Site Reliability Engineer
- Define critical performance KPIs, set alert rules and roll-out monitoring dashboards for Production with timely reporting to the stakeholders.
- Assist Prod-Ops team to investigate critical production incidents and come up with root cause analysis and ensure permanent closure of the incidents.
- Analyse patterns of production incidents and set-up appropriate alerting/monitoring mechanisms in the system to catch the issues before hand.
- Work closely with solution architects, application development team to ensure adherence to best practices in design and coding w.r.t SRE principles.

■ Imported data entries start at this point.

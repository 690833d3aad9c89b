//===- MutationTest.cpp - Mutated real circuits end cleanly ---------------===//
//
// A thousand randomly mutated circuits (bytes deleted, inserted and
// duplicated, huge numbers, NULs, deep nesting) go through the whole
// pipeline in-process. Each must end with a report or a diagnostic, within
// a few seconds, never a crash; under the sanitizer build (.ci/run) memory
// errors and undefined behaviour fail the test too.
//
//===----------------------------------------------------------------------===//
#include "TestSupport.h"

#include <gtest/gtest.h>

#include <chrono>
#include <filesystem>
#include <fstream>
#include <random>
#include <sstream>

using namespace revbound;
namespace fs = std::filesystem;

namespace {

std::vector<std::string> seeds() {
  std::vector<std::string> Out = {
      "OPENQASM 2.0;\ninclude \"qelib1.inc\";\nqreg q[3];\ncreg c[3];\n"
      "gate maj a,b,c { cx c,b; cx c,a; ccx a,b,c; }\nh q;\nmaj q[0],q[1],q[2];\n"
      "rz(pi/4) q[1];\nmeasure q -> c;\nif(c==5) x q[0];\nreset q[2];\n",
      "OPENQASM 2.0;\ngate g0 a { U(0,0,pi/4) a; }\ngate g1 a { g0 a; g0 a; }\n"
      "gate g2 a { g1 a; g1 a; }\nqreg q[2];\ng2 q[0];\nCX q[0],q[1];\n"
      "barrier q;\nopaque o(t) a, b;\no(1e-5) q[0], q[1];\n",
  };
  fs::path Examples = fs::path(test::sharedDir()) / "openqasm2" / "examples" / "generic";
  if (fs::is_directory(Examples))
    for (const auto &E : fs::directory_iterator(Examples))
      if (E.path().extension() == ".qasm") {
        std::ifstream In(E.path(), std::ios::binary);
        std::stringstream S;
        S << In.rdbuf();
        Out.push_back(S.str());
      }
  return Out;
}

std::string mutate(std::string Text, std::mt19937 &Rng) {
  static const char *Pieces[] = {"18446744073709551616", "99999999999999999999999",
                                 "1e999", "((((((((((", "----------", ";", "{", "}",
                                 "qreg q[4000000000];", "gate", "if(c==", "\"",
                                 "include \"qelib1.inc\";", "//", "\xff\xfe"};
  int Edits = 1 + int(Rng() % 2);
  for (int E = 0; E < Edits && !Text.empty(); ++E) {
    size_t At = Rng() % Text.size();
    switch (Rng() % 6) {
    case 0: // delete a run
      Text.erase(At, 1 + Rng() % 8);
      break;
    case 1: // insert a random byte
      Text.insert(Text.begin() + At, char(Rng() % 256));
      break;
    case 2: // duplicate a run
      Text.insert(At, Text.substr(At, 1 + Rng() % 40));
      break;
    case 3: // a NUL
      Text.insert(Text.begin() + At, '\0');
      break;
    default: // a hostile token
      Text.insert(At, Pieces[Rng() % (sizeof(Pieces) / sizeof(*Pieces))]);
      break;
    }
  }
  return Text;
}

} // namespace

TEST(Mutation, EveryMutantEndsWithAReportOrADiagnostic) {
  std::vector<std::string> Seeds = seeds();
  std::mt19937 Rng(7);
  qasm::FrontendOptions Front;
  Front.Limits.MaxQubits = 4096; // keep each mutant's memory small
  int Reports = 0, Diagnostics = 0;
  for (int I = 0; I < 1000; ++I) {
    std::string Text = mutate(Seeds[I % Seeds.size()], Rng);
    auto Start = std::chrono::steady_clock::now();
    test::Elaborated E = test::elaborate(Text, Front);
    if (E.Circuit) {
      report::AnalysisOptions Opts;
      llvm::Expected<report::CircuitReport> R =
          report::analyzeCircuit(*E.Circuit, *E.Files, "m.qasm", Opts);
      if (R) {
        ++Reports;
      } else {
        llvm::handleAllErrors(R.takeError(), [&](const DiagnosticError &D) {
          EXPECT_FALSE(formatDiagnostic(E.Files->mgr(), D.diagnostic()).empty());
        });
        ++Diagnostics;
      }
    } else {
      EXPECT_NE(E.Error.find("error: "), std::string::npos) << E.Error;
      ++Diagnostics;
    }
    double Seconds = std::chrono::duration<double>(
                         std::chrono::steady_clock::now() - Start)
                         .count();
    EXPECT_LT(Seconds, 5.0) << "mutant " << I << " took " << Seconds << " s";
  }
  // Both outcomes occur, so the mutations are neither all fatal nor idle.
  EXPECT_GT(Reports, 50);
  EXPECT_GT(Diagnostics, 50);
}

- Assist development team & other relevant teams to tune the applications/configurations for critical systems to comply with the NFR before going live in production and ensure the performance recommendations are part of the change request process.
- Participate & contribute in resiliency validation exercises with proper reporting.
- Improve application stability & operational efficiency by developing scripts to automate tasks.
- Bachelor's Degree of Computer Science with equivalent work experience of 8 years.
- Minimum 2 years of hands on experience in container technology such as Red Hat Openshift, Docker, Kubernetes and DevOps Tools such as Jenkins, Bitbucket, JIRA.
- Minimum 2 years of hands on experience in application monitoring CA Wily, Grafana, Kibana, Prometheus.
- Having 3 years of experience in production support and issue management is a plus.
- Strong analytical and problem-solving skills.
- Strong interpersonal and communication skills.
- Positive attitude towards continuous learning.